Продолжать никому не хотелось. Была тягостная минута, я не вытерпел и вышел по двор. Вскоре за мной вышли Агабабов и Левка. «Задохлик, – сказал Агабабов и сплюнул. – Да я, если захочу, буду с ней встречаться. Буду с ней в «Шестиграннике» танцевать». Это была неслыханная похвальба.

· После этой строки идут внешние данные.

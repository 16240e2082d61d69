import { stepListSchema, type StepList } from '#shared/checklist/step';
import { both, stepList, uuid } from './package-steps.fixture';

/** Steps that are worked out of several values, as a system's own list asks them. */
export function measuredSteps(number: number): StepList {
  const { facts, template } = stepList(number);
  const base = {
    section: 'system',
    instruction: null,
    caution: null,
    fixtureId: null,
    coilId: null,
    required: true,
    source: 'Project specification',
  };
  return stepListSchema.parse({
    format: 1,
    template,
    facts,
    sections: [{ key: 'system', title: both('The whole system', 'Todo el sistema') }],
    steps: [
      {
        ...base,
        kind: 'measurement',
        key: 'test',
        title: both('Standing pressure test, high side', 'Prueba de presión, lado de alta'),
        method: 'pressureTest',
        criteria: { leastHold: 86_400 },
      },
      {
        ...base,
        kind: 'measurement',
        key: 'vacuum',
        title: both('Evacuation', 'Vacío'),
        method: 'evacuation',
        criteria: { target: 40, hold: 3600, limit: 66.66 },
      },
      {
        ...base,
        kind: 'measurement',
        key: 'charge',
        title: both('Charge', 'Carga'),
        method: 'refrigerantCharge',
        criteria: {},
      },
      {
        ...base,
        kind: 'superheat',
        key: 'superheat',
        coilId: uuid('c1', number),
        fixtureId: uuid('f1', number),
        title: both('Superheat of the coil', 'Recalentamiento del serpentín'),
        band: { lowK: 10 / 3, highK: 50 / 9 },
        judgedBy: 'timeWeighted',
      },
      {
        ...base,
        kind: 'trend',
        key: 'air',
        title: both('Air held for a day', 'Aire sostenido un día'),
        bandLowK: 272.15,
        bandHighK: 278.15,
        holdS: 86_400,
        longestExcursionS: 1800,
      },
    ],
  });
}
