import { toSi } from '../../units/convert';

/** One published value: what the source prints, in kelvin and absolute pascals, and half its last printed digit in kelvin. */
export type PublishedPoint = readonly [
  refrigerant: string,
  phase: 'bubble' | 'dew',
  temperatureK: number,
  pressurePa: number,
  resolutionK: number,
  asPublished: string,
];

/** Values copied from one source, named by its title. */
export interface PublishedGroup {
  readonly source: string;
  readonly points: readonly PublishedPoint[];
}

/** 0 °C in kelvin. */
const ICE_K = toSi(0, 'degC');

Разумеется, я не поверил, но промолчал. «Шестигранник» – ресторан в парке, где вечерами творилось черт знает что. Потом быстрыми шагами из дома вышла Миньона, на ней было зеленое пальто, зеленый беретик, черная сумочка в руке, Миньона пробежала мимо нас, а когда Агабабов хотел было уцепить ее под руку, отдернула руку и сказала: «Отстань, мелюзга». Отворилась дверь, и Станислав Семенович слабо крикнул: «Когда ты вернешься?» Миньона не ответила. Начался дождь. Была осень. Пахло лекарствами. Все кончилось на больничном дворе, и здесь же, под дождем, начиналось что-то другое. Левкина мать в белом халате бежала вслед, был рыдающий крик: «Тебя Стась спрашивает! Почему не отвечаешь, гадина?» – «Замолчи!» – крикнул Левка и дернул мать за руку с такой силой, что она упала.